• [SUPPLIED ENTRIES]:

»»

package mesh

import (
	"math"

	"github.com/go-gl/mathgl/mgl64"
)

// Area returns the total surface area (mm2).
func Area(m *Mesh) float64 {
	area, _ := AreaVolume(m)
	return area
}

// Volume returns the enclosed volume (mm3) by the divergence theorem: the sum over triangles
// of the signed tetrahedra they span with a reference point. Positive when the normals face
// out; meaningful only for a closed mesh. The reference is the centre of the bounding box,
// which keeps the terms small for meshes far from the origin.
func Volume(m *Mesh) float64 {
	_, vol := AreaVolume(m)
	return vol
}

// AreaVolume is Area and Volume from one pass over the triangles: a huge mesh is read once,
// not twice.
func AreaVolume(m *Mesh) (area, vol float64) {
	s := SumTriangles(m)
	return s.Area, s.Volume
}

// TriangleSums are a mesh's sums over its triangles, from one pass over them: what
// AreaVolume gives and what Validate reports of each triangle's shape, so that a caller that
// needs both reads a huge mesh once (see ValidateWithSums).
type TriangleSums struct {
	// Area and Volume are AreaVolume's.
	Area, Volume float64
	// SignedVolume and Degenerate are Validate's (Report.SignedVolume, Report.Degenerate).
	SignedVolume float64
	Degenerate   int
}

// SumTriangles gives m's TriangleSums. Volume's reference point is the centre of the bounding
// box, SignedVolume's the first vertex (the sums differ in their last bits).
func SumTriangles(m *Mesh) TriangleSums {
	var s TriangleSums
	if len(m.Vertices) == 0 {
		s.Degenerate = len(m.Triangles) // every index is out of range
		return s
	}
	lo, hi := m.Bounds()
	ref := lo.Add(hi).Mul(0.5)
	r0 := m.Vertices[0]
	nv := int32(len(m.Vertices))
	signed := 0.0
	// Scalars rather than mgl64.Vec3 (arrays the compiler keeps in memory), with the very
	// operations of Sub, Cross, Dot and Len in the order they were written before: area
	// b.Sub(a).Cross(c.Sub(a)).Len() / 2, volume a.Dot(b.Cross(c)) / 6 of the corners less
	// ref, the signed volume's terms the same less the first vertex and divided by 6 at the
	// end; isDegenerate's zero test is on the area's cross product.
	for _, tri := range m.Triangles {
		if !triInRange(tri, nv) {
			s.Degenerate++
			continue
		}
		a, b, c := &m.Vertices[tri[0]], &m.Vertices[tri[1]], &m.Vertices[tri[2]]
		ax, ay, az := a[0], a[1], a[2]
		bx, by, bz := b[0], b[1], b[2]
		cx, cy, cz := c[0], c[1], c[2]
		ux, uy, uz := bx-ax, by-ay, bz-az
		vx, vy, vz := cx-ax, cy-ay, cz-az
		nx, ny, nz := uy*vz-uz*vy, uz*vx-ux*vz, ux*vy-uy*vx
		s.Area += math.Sqrt(nx*nx+ny*ny+nz*nz) / 2
		if nx == 0 && ny == 0 && nz == 0 || tri[0] == tri[1] || tri[1] == tri[2] || tri[0] == tri[2] {
			s.Degenerate++
		}
		s.Volume += tripleProduct(ax-ref[0], ay-ref[1], az-ref[2], bx-ref[0], by-ref[1], bz-ref[2], cx-ref[0], cy-ref[1], cz-ref[2]) / 6
		signed += tripleProduct(ax-r0[0], ay-r0[1], az-r0[2], bx-r0[0], by-r0[1], bz-r0[2], cx-r0[0], cy-r0[1], cz-r0[2])
	}
	s.SignedVolume = signed / 6
	return s
}

// tripleProduct is a.Dot(b.Cross(c)) with mgl64's operations in their order.
func tripleProduct(ax, ay, az, bx, by, bz, cx, cy, cz float64) float64 {
	return ax*(by*cz-bz*cy) + ay*(bz*cx-bx*cz) + az*(bx*cy-by*cx)
}

// signedVolume is Validate's signed volume (see SumTriangles).
func signedVolume(m *Mesh) float64 {
	return SumTriangles(m).SignedVolume
}

// Centroid returns the centre of mass of the enclosed solid (uniform density) for a closed
// mesh. When the mesh encloses no volume (open or flat) it returns the area-weighted centre
// of the surface instead, and the mean of the vertices when even the area is zero.
func Centroid(m *Mesh) mgl64.Vec3 {
	v, first := volumeMoments(m)
	lo, hi := m.Bounds()
	ref := lo.Add(hi).Mul(0.5)
	if area := Area(m); v != 0 && math.Abs(v) > 1e-9*area*hi.Sub(lo).Len() {
		return ref.Add(first.Mul(1 / v))
	}
	var sum mgl64.Vec3
	total := 0.0
	nv := int32(len(m.Vertices))
	for t, tri := range m.Triangles {
		if !triInRange(tri, nv) {
			continue
		}
		a, b, c := m.Corners(t)
		ar := b.Sub(a).Cross(c.Sub(a)).Len() / 2
		sum = sum.Add(a.Add(b).Add(c).Mul(ar / 3))
		total += ar
	}
	if total > 0 {
		return sum.Mul(1 / total)
	}
	if len(m.Vertices) == 0 {
		return mgl64.Vec3{}
	}
	for _, p := range m.Vertices {
		sum = sum.Add(p)
	}
	return sum.Mul(1 / float64(len(m.Vertices)))
}

// volumeMoments returns the signed volume and its first moment about the bounding-box centre.
// A tetrahedron (ref, a, b, c) has volume a.(b x c)/6 and centroid (a+b+c)/4 relative to ref.
func volumeMoments(m *Mesh) (vol float64, first mgl64.Vec3) {
	lo, hi := m.Bounds()
	ref := lo.Add(hi).Mul(0.5)
	nv := int32(len(m.Vertices))
	for t, tri := range m.Triangles {
		if !triInRange(tri, nv) {
			continue
		}
		a, b, c := m.Corners(t)
		a, b, c = a.Sub(ref), b.Sub(ref), c.Sub(ref)
		v := a.Dot(b.Cross(c)) / 6
		vol += v
		first = first.Add(a.Add(b).Add(c).Mul(v / 4))
	}
	return
}
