package mesh

import (
	"bufio"
	"fmt"
	"io"
	"math"
	"os"

	"github.com/hschendel/stl"
)

// WriteSTL writes m as binary STL through github.com/hschendel/stl: an 80-byte header holding
// name, the triangle count, then per triangle the unit normal, three corners (float32, little
// endian) and two zero bytes.
func WriteSTL(w io.Writer, m *Mesh, name string) error {
	if int64(len(m.Triangles)) > math.MaxUint32 {
		return fmt.Errorf("binary STL holds at most %d triangles, the mesh has %d", uint32(math.MaxUint32), len(m.Triangles))
	}
	return writeSolid(w, m, name, false)
}

// writeSolid hands m to the STL library as a solid and writes it buffered.
func writeSolid(w io.Writer, m *Mesh, name string, ascii bool) error {
	solid := stl.Solid{Name: name, IsAscii: ascii, Triangles: make([]stl.Triangle, len(m.Triangles))}
	f32 := func(v [3]float64) stl.Vec3 { return stl.Vec3{float32(v[0]), float32(v[1]), float32(v[2])} }
	for t := range m.Triangles {
		a, b, c := m.Corners(t)
		solid.Triangles[t] = stl.Triangle{Normal: f32(FaceNormal(m, t)), Vertices: [3]stl.Vec3{f32(a), f32(b), f32(c)}}
	}
	bw := bufio.NewWriterSize(w, 1<<16)
	if err := solid.WriteAll(bw); err != nil {
		return err
	}
	return bw.Flush()
}

// WriteSTLFile writes m as binary STL to path, named after the file.
func WriteSTLFile(path string, m *Mesh) error {
	f, err := os.Create(path)
	if err != nil {
		return err
	}
	if err := WriteSTL(f, m, "tapersweep "+baseName(path)); err != nil {
		f.Close()
		return fmt.Errorf("%s: %w", path, err)
	}
	if err := f.Close(); err != nil {
		return fmt.Errorf("%s: %w", path, err)
	}
	return nil
}

func baseName(path string) string {
	for i := len(path) - 1; i >= 0; i-- {
		if path[i] == '/' || path[i] == '\\' {
			return path[i+1:]
		}
	}
	return path
}

// WriteASCIISTL writes m as ASCII STL through github.com/hschendel/stl. Coordinates carry
// float32 precision in the shortest form that reads back to the same float32, so ASCII and
// binary copies weld alike.
func WriteASCIISTL(w io.Writer, m *Mesh, name string) error {
	return writeSolid(w, m, asciiName(name), true)
}

// asciiName keeps a solid name on one line of plain words.
func asciiName(s string) string {
	b := []byte(s)
	for i, c := range b {
		if c < 0x20 || c >= 0x7F {
			b[i] = '_'
		}
	}
	return string(b)
}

««

• [TASK BRIEF]: Using the data above, restate word for word the lines from its opening line through the line that contains "with the very", and no more.

• [EXERCISE RESPONSE]:
package mesh

import (
	"math"

	"github.com/go-gl/mathgl/mgl64"
)

// Area returns the total surface area (mm2).
func Area(m *Mesh) float64 {
	area, _ := AreaVolume(m)
	return area
}

// Volume returns the enclosed volume (mm3) by the divergence theorem: the sum over triangles
// of the signed tetrahedra they span with a reference point. Positive when the normals face
// out; meaningful only for a closed mesh. The reference is the centre of the bounding box,
// which keeps the terms small for meshes far from the origin.
func Volume(m *Mesh) float64 {
	_, vol := AreaVolume(m)
	return vol
}

// AreaVolume is Area and Volume from one pass over the triangles: a huge mesh is read once,
// not twice.
func AreaVolume(m *Mesh) (area, vol float64) {
	s := SumTriangles(m)
	return s.Area, s.Volume
}

// TriangleSums are a mesh's sums over its triangles, from one pass over them: what
// AreaVolume gives and what Validate reports of each triangle's shape, so that a caller that
// needs both reads a huge mesh once (see ValidateWithSums).
type TriangleSums struct {
	// Area and Volume are AreaVolume's.
	Area, Volume float64
	// SignedVolume and Degenerate are Validate's (Report.SignedVolume, Report.Degenerate).
	SignedVolume float64
	Degenerate   int
}

// SumTriangles gives m's TriangleSums. Volume's reference point is the centre of the bounding
// box, SignedVolume's the first vertex (the sums differ in their last bits).
func SumTriangles(m *Mesh) TriangleSums {
	var s TriangleSums
	if len(m.Vertices) == 0 {
		s.Degenerate = len(m.Triangles) // every index is out of range
		return s
	}
	lo, hi := m.Bounds()
	ref := lo.Add(hi).Mul(0.5)
	r0 := m.Vertices[0]
	nv := int32(len(m.Vertices))
	signed := 0.0
	// Scalars rather than mgl64.Vec3 (arrays the compiler keeps in memory), with the very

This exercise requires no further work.